[WORK ORDER] Transcribe exactly the lines that fall between the one holding "import 'server-only';" and the one holding "throw new AppError('conflict', 409, 'No", inclusive, from the entries below.

Extracted data entries
[Start of section]

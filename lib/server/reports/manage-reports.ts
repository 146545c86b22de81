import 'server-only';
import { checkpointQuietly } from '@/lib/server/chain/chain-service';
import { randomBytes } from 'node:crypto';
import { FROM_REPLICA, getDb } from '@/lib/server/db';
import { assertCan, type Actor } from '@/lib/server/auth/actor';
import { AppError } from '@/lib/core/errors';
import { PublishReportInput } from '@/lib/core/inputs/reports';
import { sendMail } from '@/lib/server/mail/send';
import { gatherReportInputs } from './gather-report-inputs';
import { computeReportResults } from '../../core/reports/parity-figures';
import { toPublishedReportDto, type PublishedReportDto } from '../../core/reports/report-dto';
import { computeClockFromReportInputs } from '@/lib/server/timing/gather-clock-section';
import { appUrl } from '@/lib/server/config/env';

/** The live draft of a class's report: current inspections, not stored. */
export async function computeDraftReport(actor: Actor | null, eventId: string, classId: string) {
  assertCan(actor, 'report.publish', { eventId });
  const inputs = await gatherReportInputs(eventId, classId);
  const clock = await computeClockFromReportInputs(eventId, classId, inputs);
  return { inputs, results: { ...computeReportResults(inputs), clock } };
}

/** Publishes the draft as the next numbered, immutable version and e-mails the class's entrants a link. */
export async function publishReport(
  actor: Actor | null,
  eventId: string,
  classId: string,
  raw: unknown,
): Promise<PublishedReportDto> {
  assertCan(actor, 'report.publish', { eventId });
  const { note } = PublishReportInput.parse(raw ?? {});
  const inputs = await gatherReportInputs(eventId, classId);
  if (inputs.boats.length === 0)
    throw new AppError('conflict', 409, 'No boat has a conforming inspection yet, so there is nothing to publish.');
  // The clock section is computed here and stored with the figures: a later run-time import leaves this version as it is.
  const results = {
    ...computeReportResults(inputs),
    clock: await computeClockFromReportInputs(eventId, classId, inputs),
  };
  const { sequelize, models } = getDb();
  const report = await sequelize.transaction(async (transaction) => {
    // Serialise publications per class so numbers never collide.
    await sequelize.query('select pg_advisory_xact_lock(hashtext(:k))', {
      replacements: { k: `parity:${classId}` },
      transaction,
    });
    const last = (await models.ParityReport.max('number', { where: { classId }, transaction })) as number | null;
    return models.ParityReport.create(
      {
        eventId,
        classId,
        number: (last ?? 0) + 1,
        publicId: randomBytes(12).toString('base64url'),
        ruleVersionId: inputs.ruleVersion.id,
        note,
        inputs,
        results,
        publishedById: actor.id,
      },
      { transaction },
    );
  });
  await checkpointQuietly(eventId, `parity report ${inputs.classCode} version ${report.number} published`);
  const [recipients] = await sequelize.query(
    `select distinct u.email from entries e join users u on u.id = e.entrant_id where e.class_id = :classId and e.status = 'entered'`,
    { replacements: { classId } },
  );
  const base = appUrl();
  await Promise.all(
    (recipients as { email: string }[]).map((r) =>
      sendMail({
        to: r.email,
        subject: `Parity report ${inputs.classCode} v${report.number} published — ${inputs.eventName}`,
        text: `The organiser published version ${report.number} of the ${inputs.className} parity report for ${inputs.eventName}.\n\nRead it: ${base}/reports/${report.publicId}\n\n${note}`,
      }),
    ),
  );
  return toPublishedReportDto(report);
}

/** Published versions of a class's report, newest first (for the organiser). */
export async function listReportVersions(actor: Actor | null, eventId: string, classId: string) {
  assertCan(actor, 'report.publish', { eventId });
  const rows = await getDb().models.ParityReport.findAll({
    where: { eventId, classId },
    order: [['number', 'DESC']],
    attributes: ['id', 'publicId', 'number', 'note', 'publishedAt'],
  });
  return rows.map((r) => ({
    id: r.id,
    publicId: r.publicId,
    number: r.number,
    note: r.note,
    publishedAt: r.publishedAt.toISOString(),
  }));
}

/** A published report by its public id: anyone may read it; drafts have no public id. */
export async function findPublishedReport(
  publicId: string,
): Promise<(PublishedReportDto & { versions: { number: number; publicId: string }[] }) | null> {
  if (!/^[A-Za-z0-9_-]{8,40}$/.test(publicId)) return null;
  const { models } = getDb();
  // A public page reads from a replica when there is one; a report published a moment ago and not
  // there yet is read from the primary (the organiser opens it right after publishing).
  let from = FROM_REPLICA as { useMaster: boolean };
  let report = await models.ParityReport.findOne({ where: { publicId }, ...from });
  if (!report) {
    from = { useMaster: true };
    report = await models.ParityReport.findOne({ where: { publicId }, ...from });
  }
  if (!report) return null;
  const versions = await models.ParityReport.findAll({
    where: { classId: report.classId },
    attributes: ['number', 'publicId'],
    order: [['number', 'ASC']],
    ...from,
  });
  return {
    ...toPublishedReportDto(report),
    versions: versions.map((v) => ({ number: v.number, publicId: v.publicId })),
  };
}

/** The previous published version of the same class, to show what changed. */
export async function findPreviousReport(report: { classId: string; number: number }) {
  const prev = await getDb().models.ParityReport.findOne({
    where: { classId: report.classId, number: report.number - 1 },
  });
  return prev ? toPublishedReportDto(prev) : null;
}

[End of section]

[RESPONSE]
import 'server-only';
import { checkpointQuietly } from '@/lib/server/chain/chain-service';
import { randomBytes } from 'node:crypto';
import { FROM_REPLICA, getDb } from '@/lib/server/db';
import { assertCan, type Actor } from '@/lib/server/auth/actor';
import { AppError } from '@/lib/core/errors';
import { PublishReportInput } from '@/lib/core/inputs/reports';
import { sendMail } from '@/lib/server/mail/send';
import { gatherReportInputs } from './gather-report-inputs';
import { computeReportResults } from '../../core/reports/parity-figures';
import { toPublishedReportDto, type PublishedReportDto } from '../../core/reports/report-dto';
import { computeClockFromReportInputs } from '@/lib/server/timing/gather-clock-section';
import { appUrl } from '@/lib/server/config/env';

/** The live draft of a class's report: current inspections, not stored. */
export async function computeDraftReport(actor: Actor | null, eventId: string, classId: string) {
  assertCan(actor, 'report.publish', { eventId });
  const inputs = await gatherReportInputs(eventId, classId);
  const clock = await computeClockFromReportInputs(eventId, classId, inputs);
  return { inputs, results: { ...computeReportResults(inputs), clock } };
}

/** Publishes the draft as the next numbered, immutable version and e-mails the class's entrants a link. */
export async function publishReport(
  actor: Actor | null,
  eventId: string,
  classId: string,
  raw: unknown,
): Promise<PublishedReportDto> {
  assertCan(actor, 'report.publish', { eventId });
  const { note } = PublishReportInput.parse(raw ?? {});
  const inputs = await gatherReportInputs(eventId, classId);
  if (inputs.boats.length === 0)
    throw new AppError('conflict', 409, 'No boat has a conforming inspection yet, so there is nothing to publish.');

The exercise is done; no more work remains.